Das Märchen der Lehmkekse


Haiti ist eines der Länder unseres Berichtsgebietes, das nur sehr selten in den Nachrichten auftaucht. Während der vergangenen Monate las, sah und hörte man allerdings ungewohnt viel von dem Staat, der sich eine Insel mit der Dominikanischen Republik teilt und doch einer völlig anderen Welt anzugehören scheint. Die globale Lebensmittelkrise war in aller Munde und Haiti eines der Paradebeispiele. Die Lage im ärmsten Land Lateinamerikas war so dramatisch, dass das hungrige Volk rebellierte, durch die Straßen marodierte, alles kaputt schlug, was ihm in den Weg kam und sogar den Premierminister absetzte. Schlimmer noch, aus lauter Verzweiflung aßen die Menschen Dreck - „Kekse" aus Lehm, mit denen sie wenigstens für kurze Zeit das nagende Gefühl im Magen lähmten.

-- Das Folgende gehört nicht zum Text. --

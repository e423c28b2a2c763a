/** Undo is each person's own, the same in prose and in blocks, and never takes a colleague's work. */
import type { Locator, Page } from "playwright/test";
import {
  addRow,
  block,
  fillField,
  invite,
  isSaved,
  makeNotebook,
  openNotebook,
  placeAtEnd,
  prose,
  typeAtEnd,
} from "./notebook.ts";
import { test, expect, type Player } from "./stage.ts";

const UNDO = "Control+z";
const REDO = "Control+Shift+z";
const OVERWRITTEN =
  "A colleague has changed this since, so your last change was not undone. It has left your history; earlier ones are untouched.";

async function pair(enter: (login: string) => Promise<Player>, title: string): Promise<[Page, Page]> {
  const otto = await enter("otto-lantern");
  const wren = await enter("wren-lantern");
  const notebook = await makeNotebook(wren.page, title);
  await invite(wren.page, notebook, "otto-lantern");
  await openNotebook(otto.page, notebook);
  return [wren.page, otto.page];
}

async function placeLantern(page: Page): Promise<Locator> {
  const premises = await placeAtEnd(page, "Premises");
  await fillField(premises, "name of the theory", "Lantern");
  await addRow(page, premises, "field", ["symbol", "chi"]);
  await addRow(page, premises, "scale", ["symbol", "Lambda"], { value: "3.2(4) TeV", role: "heavy" });
  await addRow(page, premises, "scale", ["symbol", "p"], { value: "350 GeV", role: "probe" });
  await addRow(page, premises, "term", ["term, as typed", "c_6/Lambda^2 chi^6"]);
  await isSaved(page);
  return premises;
}

const field = (page: Page, label: string) => block(page, "Premises").getByLabel(label, { exact: true });

test("in prose, each person takes back their own words only", async ({ enter }) => {
  const [wren, otto] = await pair(enter, "Undo in prose");
  await typeAtEnd(wren, "Wren begins.");
  await expect(prose(otto)).toContainText("Wren begins.");
  await typeAtEnd(otto, " Otto adds.");
  await expect(prose(wren)).toContainText("Wren begins. Otto adds.");

  await wren.keyboard.press(UNDO);
  for (const page of [wren, otto]) {
    await expect(prose(page)).toContainText("Otto adds.");
    await expect(prose(page)).not.toContainText("Wren begins.");
  }
  await wren.keyboard.press(REDO);
  await expect(prose(otto)).toContainText("Wren begins.");
  await otto.keyboard.press(UNDO);
  for (const page of [wren, otto]) {
    await expect(prose(page)).toContainText("Wren begins.");
    await expect(prose(page)).not.toContainText("Otto adds.");
  }
  // What others typed is no step of one's own.
  await expect(otto.getByRole("button", { name: "Undo my last change" })).toBeDisabled();
});

test("in a field, undo goes through the notebook's history, one value at a time, and on into prose", async ({
  enter,
}) => {
  const [wren, otto] = await pair(enter, "Undo in a field");
  await typeAtEnd(wren, "Before the block.");
  await placeLantern(wren);
  const threshold = field(wren, "value of scale 1");
  await threshold.fill("2.5 TeV");
  // A pause commits; the colleague has the value while the focus stays in the field.
  await expect(field(otto, "value of scale 1")).toHaveValue("2.5 TeV");
  await threshold.fill("2.8 TeV");
  await expect(field(otto, "value of scale 1")).toHaveValue("2.8 TeV");
  await expect(threshold).toBeFocused();

  await wren.keyboard.press(UNDO);
  for (const page of [wren, otto]) await expect(field(page, "value of scale 1")).toHaveValue("2.5 TeV");
  await wren.keyboard.press(UNDO);
  for (const page of [wren, otto]) await expect(field(page, "value of scale 1")).toHaveValue("3.2(4) TeV");
  await wren.keyboard.press(REDO);
  for (const page of [wren, otto]) await expect(field(page, "value of scale 1")).toHaveValue("2.5 TeV");

  // From the prose the same history goes on: the newest step is still the one in the field.
  await prose(wren).getByText("Before the block.").click();
  await wren.keyboard.press(UNDO);
  for (const page of [wren, otto]) await expect(field(page, "value of scale 1")).toHaveValue("3.2(4) TeV");
  await expect(prose(wren)).toContainText("Before the block.");
});

test("what a colleague has overwritten is not undone, is said, and no older step goes instead", async ({
  enter,
}) => {
  const [wren, otto] = await pair(enter, "Overwritten by a colleague");
  await placeLantern(wren);
  await fillField(block(wren, "Premises"), "value of scale 2", "300 GeV");
  await fillField(block(wren, "Premises"), "value of scale 1", "2.5 TeV");
  await expect(field(otto, "value of scale 1")).toHaveValue("2.5 TeV");
  await fillField(block(otto, "Premises"), "value of scale 1", "4 TeV");
  await expect(field(wren, "value of scale 1")).toHaveValue("4 TeV");

  await field(wren, "value of scale 1").press(UNDO);
  await expect(wren.getByRole("status", { name: "Notices" }).getByText(OVERWRITTEN)).toBeVisible();
  await expect(field(wren, "value of scale 1")).toHaveValue("4 TeV");
  // The older step, in the other field, was left alone and is the next to go.
  await expect(field(wren, "value of scale 2")).toHaveValue("300 GeV");
  await field(wren, "value of scale 1").press(UNDO);
  await expect(field(otto, "value of scale 2")).toHaveValue("350 GeV");
  await expect(field(otto, "value of scale 1")).toHaveValue("4 TeV");
});

test("undoing the deletion of a block brings every field and row back", async ({ enter }) => {
  const [wren, otto] = await pair(enter, "Deleted and restored");
  const premises = await placeLantern(wren);
  const before = await valuesIn(premises);
  expect(before).toContain("c_6/Lambda^2 chi^6");
  await premises.getByRole("button", { name: "delete Premises" }).click();
  for (const page of [wren, otto]) await expect(block(page, "Premises")).toHaveCount(0);

  await wren.keyboard.press(UNDO);
  for (const page of [wren, otto]) {
    await expect(block(page, "Premises")).toHaveCount(1);
    await expect.poll(() => valuesIn(block(page, "Premises"))).toEqual(before);
  }
});

test("two people in different fields and rows of one block both keep their change", async ({ enter }) => {
  const [wren, otto] = await pair(enter, "Different fields of one block");
  await placeLantern(wren);
  await expect(field(otto, "term, as typed of term 1")).toHaveValue("c_6/Lambda^2 chi^6");
  await Promise.all([
    fillField(block(wren, "Premises"), "value of scale 1", "2.9 TeV"),
    fillField(block(otto, "Premises"), "value of scale 2", "410 GeV"),
  ]);
  await Promise.all([
    addRow(wren, block(wren, "Premises"), "term", ["term, as typed", "lambda/4! chi^4"]),
    fillField(block(otto, "Premises"), "term, as typed of term 1", "c_6/(6! Lambda^2) chi^6"),
  ]);
  for (const page of [wren, otto]) {
    await expect(field(page, "value of scale 1")).toHaveValue("2.9 TeV");
    await expect(field(page, "value of scale 2")).toHaveValue("410 GeV");
    await expect(field(page, "term, as typed of term 1")).toHaveValue("c_6/(6! Lambda^2) chi^6");
    await expect(field(page, "term, as typed of term 2")).toHaveValue("lambda/4! chi^4");
  }
});

test("two people in one field see each other there; the last value wins and the other is told", async ({
  enter,
}) => {
  const [wren, otto] = await pair(enter, "Both in one field");
  await placeLantern(wren);
  await field(wren, "value of scale 1").focus();
  await field(otto, "value of scale 1").focus();
  await expect(block(wren, "Premises").getByText("Otto Lantern is in this field")).toBeAttached();
  await expect(block(otto, "Premises").getByText("Wren Lantern is in this field")).toBeAttached();

  await field(wren, "value of scale 1").fill("2.5 TeV");
  await expect(field(otto, "value of scale 1")).toHaveValue("2.5 TeV");
  await expect(
    block(otto, "Premises").getByText("Wren Lantern replaced “3.2(4) TeV” by “2.5 TeV”."),
  ).toBeVisible();
  await field(otto, "value of scale 1").fill("4 TeV");
  await expect(field(wren, "value of scale 1")).toHaveValue("4 TeV");
  await expect(
    block(wren, "Premises").getByText("Otto Lantern replaced “2.5 TeV” by “4 TeV”."),
  ).toBeVisible();
  await block(wren, "Premises").getByRole("button", { name: "Put back “2.5 TeV”" }).click();
  for (const page of [wren, otto]) await expect(field(page, "value of scale 1")).toHaveValue("2.5 TeV");
});

/** Everything that one has typed or chosen in a block, in its order. */
async function valuesIn(owner: Locator): Promise<readonly string[]> {
  return await owner
    .locator("input, select")
    .evaluateAll((fields) =>
      fields.map((each) =>
        each instanceof HTMLInputElement || each instanceof HTMLSelectElement ? each.value : "",
      ),
    );
}
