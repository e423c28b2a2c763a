/** Mathematics is typed as LaTeX, drawn as one types, and explained when it is wrong; by keyboard throughout. */
import type { Page } from "playwright/test";
import { isSaved, makeNotebook, prose } from "./notebook.ts";
import { test, expect } from "./stage.ts";

/** KaTeX gives every formula a second form in MathML, whose annotation is its source. */
const drawn = (page: Page, latex: string) =>
  prose(page)
    .locator(".katex")
    .filter({ has: page.locator("annotation", { hasText: latex }) });
const source = (page: Page) => page.getByRole("textbox", { name: "LaTeX" });

test("$…$ becomes a drawn formula, and a price stays a price", async ({ enter }) => {
  const { page } = await enter("wren-lantern");
  await makeNotebook(page, "Inline mathematics");
  await prose(page).focus();
  await page.keyboard.type("The ratio $p/\\Lambda$ is small; it costs between $5 and $7 to print.");
  await expect(drawn(page, "p/\\Lambda")).toBeVisible();
  await expect(prose(page).locator(".katex")).toHaveCount(1);
  await expect(prose(page)).toContainText("is small; it costs between $5 and $7 to print.");
  // Drawn with the faces that we ship, not only marked up.
  const face = await drawn(page, "p/\\Lambda").evaluate((element) => getComputedStyle(element).fontFamily);
  expect(face).toContain("KaTeX");
  await isSaved(page);
  await page.reload();
  await expect(drawn(page, "p/\\Lambda")).toBeVisible();

  await test.step("arrow keys go into it, Enter opens it, Enter keeps the change", async () => {
    await prose(page).focus();
    await page.keyboard.press("Control+Home");
    for (const _ of "The ratio ") await page.keyboard.press("ArrowRight");
    await page.keyboard.press("ArrowRight");
    await page.keyboard.press("Enter");
    await expect(source(page)).toHaveValue("p/\\Lambda");
    await page.keyboard.type("^2");
    await page.keyboard.press("Enter");
    await expect(source(page)).toHaveCount(0);
    await expect(drawn(page, "p/\\Lambda^2")).toBeVisible();
    await page.keyboard.type("!");
    await expect(prose(page)).toContainText("! is small");
  });
});

test("$$ opens a displayed equation that draws as one types, completes symbols and is numbered", async ({
  enter,
}) => {
  const { page } = await enter("wren-lantern");
  await makeNotebook(page, "Displayed mathematics");
  await prose(page).focus();
  await page.keyboard.type("The beta function is $$");
  const editor = page.getByRole("dialog", { name: "Displayed equation" });
  await expect(source(page)).toBeFocused();
  await page.keyboard.type("\\be");
  const symbols = editor.getByRole("listbox", { name: "Symbols" });
  await expect(symbols.getByRole("option", { selected: true })).toContainText("\\beta");
  await page.keyboard.press("Tab");
  await expect(source(page)).toHaveValue("\\beta");
  await page.keyboard.type(" = \\fra");
  await expect(symbols.getByRole("option", { selected: true })).toContainText("\\frac");
  await page.keyboard.press("Tab");
  await page.keyboard.type("3");
  await expect(source(page)).toHaveValue(/^\\beta = \\frac\{3\}\{/);
  await page.keyboard.press("End");
  await page.keyboard.press("Control+a");
  await page.keyboard.type("\\beta = \\frac{3 \\lambda^2}{16 \\pi^2}");
  await expect(editor.locator(".katex annotation")).toHaveText("\\beta = \\frac{3 \\lambda^2}{16 \\pi^2}");
  await page.keyboard.press("Enter");
  await expect(editor).toHaveCount(0);
  await expect(drawn(page, "\\beta = \\frac{3 \\lambda^2}{16 \\pi^2}")).toBeVisible();
  await expect(prose(page).locator(".katex-display")).toHaveCount(1);

  await test.step("writing goes on below it", async () => {
    await page.keyboard.press("ArrowDown");
    await page.keyboard.type("It grows.");
    await expect(prose(page).getByText("It grows.")).toBeVisible();
  });
});

test("what is wrong is said in words and where; Escape leaves what was there", async ({ enter }) => {
  const { page } = await enter("wren-lantern");
  await makeNotebook(page, "Mathematics with mistakes");
  await prose(page).focus();
  await page.keyboard.type("See $$");
  const editor = page.getByRole("dialog", { name: "Displayed equation" });
  const fault = editor.getByRole("status");
  for (const [typed, words] of [
    ["\\frac{1}{2", /never closed|not closed/],
    ["a^b^c", /Two superscripts follow each other/],
    ["\\notacommand x", /\\notacommand is not a command known here/],
    ["x }", /one \} too many/],
  ] as const) {
    await source(page).fill(typed);
    await expect(fault).toContainText(words);
    await expect(source(page)).toHaveAttribute("aria-invalid", "true");
  }
  await source(page).fill("a^b");
  await expect(source(page)).toHaveAttribute("aria-invalid", "false");
  await expect(fault).toHaveCount(0);
  await expect(editor.locator(".katex annotation")).toHaveText("a^b");
  await page.keyboard.press("Enter");
  await expect(drawn(page, "a^b")).toBeVisible();

  // Writing goes on below; the arrow key goes back to the equation.
  await page.keyboard.press("ArrowUp");
  await page.keyboard.press("Enter");
  await expect(source(page)).toHaveValue("a^b");
  await page.keyboard.type("^c");
  await expect(fault).toContainText("Two superscripts");
  await page.keyboard.press("Escape");
  await expect(editor).toHaveCount(0);
  await expect(drawn(page, "a^b")).toBeVisible();

  // Bad input typed between dollars is kept as typed and explained where it stands.
  await page.keyboard.press("ArrowDown");
  await page.keyboard.type("Then $\\nonsense$ stands.");
  await expect(prose(page).getByTitle(/\\nonsense is not a command known here/)).toHaveText("\\nonsense");
});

Bei unserer Landung in Port au Prince waren wir deshalb natürlich sehr neugierig auf diese Kekse, die zum Symbol des Hungers auf Haiti geworden waren. Lange mussten wir nicht suchen, da stießen wir auf Madame Richemé, die vor ihrem Haus untertellergroße beige Fladen in langen Reihen ausgelegt hatte. Sie führte uns in den Hinterhof und zeigte uns, wie sie aus Lehm, Wasser, ein bisschen Öl und Salz einen „Teig" anfertigte, den sie dann in der Sonne trocknen ließ. Selbst die Unerschrockenen unter uns waren unserem einheimischen Mitarbeiter Stanley dankbar, als er uns das Probieren ersparte und repräsentativ für uns alle den obligatorischen Höflichkeitsbissen nahm. Der Gedanke, dass es sich hier um ein Nahrungsmittel der äußersten Not handeln muss, lag nahe.

Tatsächlich ist es so, dass die Kekse zu den günstigsten Lebensmitteln auf Haiti zählen und deshalb hauptsächlich von den Ärmsten der Armen gegessen werden. Doch Madame Richemé erzählte uns auch, dass sie unter schwangeren Frauen sehr beliebt sind und viele Haitianer ihnen sogar homöopathische Eigenschaften nachsagen. Das war schon immer so und hat nichts mit der Lebensmittelkrise zu tun.

Die gibt es auf Haiti, und sie hat viele Gesichter. Aber der Verzehr von Dreck ist keines davon. Deshalb sollte dieses Bild auch nicht als Symbol des Hungers missbraucht werden - so eindrucksvoll es auch gewesen wäre.